In the Work Shouldn’t Hurt research, workers reported being physically assaulted (punched, and kicked), being held hostage by a patient, or being crushed, electrocuted, or burnt at work, among other things. Others said they had broken major bones or had been left traumatised or depressed by work conditions.

The rise in mental/psychological injuries has been flagged as especially alarming, with three out of five respondents saying they had experienced psychological illnesses or injuries such as stress, depression or anxiety at work.

Sixteen per cent knew someone who had been either killed or died from a work-related disease; 31 per cent had experienced occupational violence (abuse, threats, or assault at work by clients, customers, the public or co-workers); and 47 per cent reported they were exposed to traumatic events, distressing situations or distressed or aggressive clients/customers.

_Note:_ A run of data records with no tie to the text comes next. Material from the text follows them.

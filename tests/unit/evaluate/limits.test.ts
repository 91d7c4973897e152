import { describe, expect, it } from 'vitest'
import { evaluate } from '../../../shared/evaluate/evaluate.ts'
import { plate, polygon, rectangle, tilted, wedge } from './shapes.ts'

const all = (tilt: number, sides = 4) => Array.from({ length: sides }, () => tilt)

describe('two equal walls at a square corner', () => {
  it('of 45° need 54.74° along the seam', () => {
    const answer = evaluate(plate([rectangle(100, 60)], tilted(all(45), 5), 5))
    for (const { seamTilt } of answer.corners) expect(seamTilt).toBeCloseTo(54.7356103172, 8)
  })

  it('of 55° pass a 60° head at the corner although no edge does', () => {
    const head = { mechanicalLimit: 60 }
    const answer = evaluate(plate([rectangle(100, 60)], tilted(all(55), 5), 5, { head }))
    expect(answer.findings.map(({ code }) => code)).toEqual(Array(4).fill('corner-over-mechanical-limit'))
    expect(answer.findings[0]).toMatchObject({
      severity: 'stop',
      loop: 0,
      vertex: 0,
      value: expect.closeTo(63.659, 3),
      limit: 60,
      message: 'Corner C1 needs 63.66°; the mechanical limit is 60°. Walls e4 55° and e1 55° meet at 90°.',
      cure: {
        message: 'Set e4 and e1 to 50.7° (at most 50.77°).',
        set: {
          edges: [
            { loop: 0, edge: 3 },
            { loop: 0, edge: 0 },
          ],
          facet: 0,
          tilt: 50.7,
          most: expect.closeTo(50.7685, 4) as number,
        },
      },
    })
  })

  it('keep to the working limit in the cure, and say what the head itself allows', () => {
    const head = { mechanicalLimit: 60, workingLimit: 55 }
    const answer = evaluate(plate([rectangle(100, 60)], tilted(all(55), 5), 5, { head }))
    expect(answer.findings[0]).toMatchObject({ code: 'corner-over-mechanical-limit', limit: 60 })
    expect(answer.findings[0]?.cure?.message).toBe(
      'Set e4 and e1 to 45.2° (at most 45.28°; the head itself allows 50.77°).',
    )
  })
})

describe('working and mechanical limits', () => {
  const request = (tilt: number, head: { mechanicalLimit: number; workingLimit?: number | null }) =>
    plate([rectangle(100, 60)], tilted([tilt, 0, 0, 0], 5), 5, { head })

  it('a wall exactly at a limit is allowed', () => {
    for (const limit of [30, 37.5, 45, 55, 60]) {
      expect(evaluate(request(limit, { mechanicalLimit: limit, workingLimit: limit })).findings).toEqual([])
    }
  })

  it('over the working limit a person decides; over the mechanical one it stops', () => {
    const head = { mechanicalLimit: 60, workingLimit: 50 }
    expect(evaluate(request(52, head)).findings[0]).toMatchObject({
      code: 'edge-over-working-limit',
      severity: 'warning',
      value: 52,
      limit: 50,
      message: 'Edge e1 needs 52°; the working limit is 50°.',
      cure: { message: 'Set e1 to 50°.', set: { edges: [{ loop: 0, edge: 0 }], facet: 0, tilt: 50 } },
    })
    expect(evaluate(request(62, head)).findings[0]).toMatchObject({
      code: 'edge-over-mechanical-limit',
      severity: 'stop',
      limit: 60,
      cure: { set: { tilt: 50 } },
    })
  })

  it('no head, no findings about limits', () => {
    expect(evaluate(plate([rectangle(100, 60)], tilted(all(80), 1), 1)).findings).toEqual([])
  })

  it('taper counts: the jet leans by wall less taper', () => {
    const head = { mechanicalLimit: 60 }
    const jet = { taper: 1 }
    const outward = plate([rectangle(100, 60)], tilted([60.5, 0, 0, 0], 5), 5, { head, jet })
    expect(evaluate(outward).findings).toEqual([])
    const inward = evaluate(plate([rectangle(100, 60)], tilted([-59.5, 0, 0, 0], 5), 5, { head, jet }))
    expect(inward.findings[0]).toMatchObject({
      code: 'edge-over-mechanical-limit',
      value: 60.5,
      cure: { set: { tilt: -59 } },
    })
  })
})

/** Derived rows (wall tilts, interior angle → seam); the corner asked is vertex 2 of the wedge, edges 1 and 2. */
describe('seams of unlike walls', () => {
  it.each([
    [30, 30, 90, 39.2315],
    [22.5, 22.5, 90, 30.3612],
    [37.5, 37.5, 90, 47.3388],
    [30, 30, 60, 49.1066],
    [45, 45, 60, 63.4349],
    [45, 30, 90, 49.1066],
    [30, 0, 90, 30],
    [30, 30, 120, 33.6901],
  ])('%d° and %d° meeting at %d°', (one, two, angle, expected) => {
    const answer = evaluate(plate([wedge(angle)], tilted([0, one, two], 2), 2))
    expect(answer.corners[2]?.interiorAngle).toBeCloseTo(angle, 9)
    expect(Math.abs((answer.corners[2]?.seamTilt ?? 0) - expected)).toBeLessThanOrEqual(0.00006)
  })
})

/** Derived: the smallest interior angle of two equal walls under a limit. */
describe('smallest interior angle through the front door', () => {
  const rows: [number, number, number][] = [
    [45, 50, 114.09],
    [45, 55, 88.89],
    [45, 60, 70.53],
    [37.5, 50, 80.16],
    [37.5, 55, 65.0],
    [37.5, 60, 52.59],
    [30, 50, 57.95],
    [30, 55, 47.69],
    [30, 60, 38.94],
  ]
  it.each(rows)('walls of %d° under %d°: %d°', (tilt, limit, smallest) => {
    const head = { mechanicalLimit: limit }
    const codes = (angle: number) =>
      evaluate(plate([wedge(angle)], tilted([0, tilt, tilt], 2), 2, { head }))
        .findings.filter(({ vertex }) => vertex === 2)
        .map(({ code }) => code)
    // The table is rounded to 0.01°.
    expect(codes(smallest + 0.01)).toEqual([])
    expect(codes(smallest - 0.01)).toEqual(['corner-over-mechanical-limit'])
  })
})

/**
 * Published mitre table for a sloped-side box of n sides (bench-saw manual 315.21212, table of compound mitres): wall
 * tilt, sides, mitre M and blade tilt B. tan(seam) = √(tan²β + (tan M/cos β)²); the dihedral between walls is 180° − 2B.
 */
describe('published compound mitres', () => {
  const rad = (degrees: number) => (degrees * Math.PI) / 180
  it.each([
    [60, 4, 40.89, 20.7, 67.792],
    [60, 6, 26.57, 14.48, 63.435],
    [60, 8, 19.73, 11.03, 61.924],
    [50, 4, 37.45, 27.03, 59.318],
    [50, 6, 23.86, 18.75, 53.995],
    [50, 8, 17.6, 14.24, 52.216],
    [45, 4, 35.26, 30.0, 54.736],
    [45, 6, 22.21, 20.7, 49.107],
    [45, 8, 16.32, 15.7, 47.266],
    [40, 4, 32.73, 32.8, 49.879],
    [40, 6, 20.36, 22.52, 44.095],
    [40, 8, 14.91, 17.05, 42.247],
  ])('walls of %d° on a box of %d sides', (tilt, sides, mitre, blade, tabled) => {
    const answer = evaluate(plate([polygon(sides, 100)], tilted(all(tilt, sides), 2), 2))
    const seam = answer.corners[0]?.seamTilt ?? 0
    // The mitre is printed to 0.01°; what half of that does to the seam is the limit of the comparison.
    const fromMitre = (m: number) =>
      Math.atan(Math.hypot(Math.tan(rad(tilt)), Math.tan(rad(m)) / Math.cos(rad(tilt)))) / rad(1)
    expect(seam).toBeGreaterThanOrEqual(fromMitre(mitre - 0.0051))
    expect(seam).toBeLessThanOrEqual(fromMitre(mitre + 0.0051))
    expect(Math.abs(seam - tabled)).toBeLessThanOrEqual(0.00051)
    // The angle between the walls' normals is 2B.
    const turn = rad(360 / sides)
    const between = Math.sin(rad(tilt)) ** 2 + Math.cos(rad(tilt)) ** 2 * Math.cos(turn)
    expect(Math.abs(Math.acos(between) / rad(1) - 2 * blade)).toBeLessThanOrEqual(0.0103)
  })

  it("agrees with Machinery's Handbook, compound angles: 63° and 54° at a square corner", () => {
    const answer = evaluate(plate([rectangle(100, 60)], tilted([63, 54, 0, 0], 2), 2))
    expect(Math.abs((answer.corners[1]?.seamTilt ?? 0) - 67.356)).toBeLessThanOrEqual(0.00051)
    // The handbook's own figure: cot C = 2.3971.
    expect(Math.abs(Math.tan(rad(answer.corners[1]?.seamTilt ?? 0)) - 2.3971)).toBeLessThanOrEqual(0.00006)
  })
})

Despite these startling numbers, many employers are not taking any protective action, with 61 per cent of those surveyed saying they had experienced poor mental health because their employer or workplace had failed to manage or address poor work conditions.

More champions needed

Just as turning the tide on sustainability in the workplace required champions, so does improving the safety of our workplaces, whether they are offices, schools, shops, hotels or construction sites.

That’s the theme of this year’s National Safe Work Month – Be a Safety Champion.

Alongside physical risks, psychological health and wellbeing is very much on the agenda, and Safe Work Australia has produced a range of useful resources anyone can use in their workplace to spread the safety message.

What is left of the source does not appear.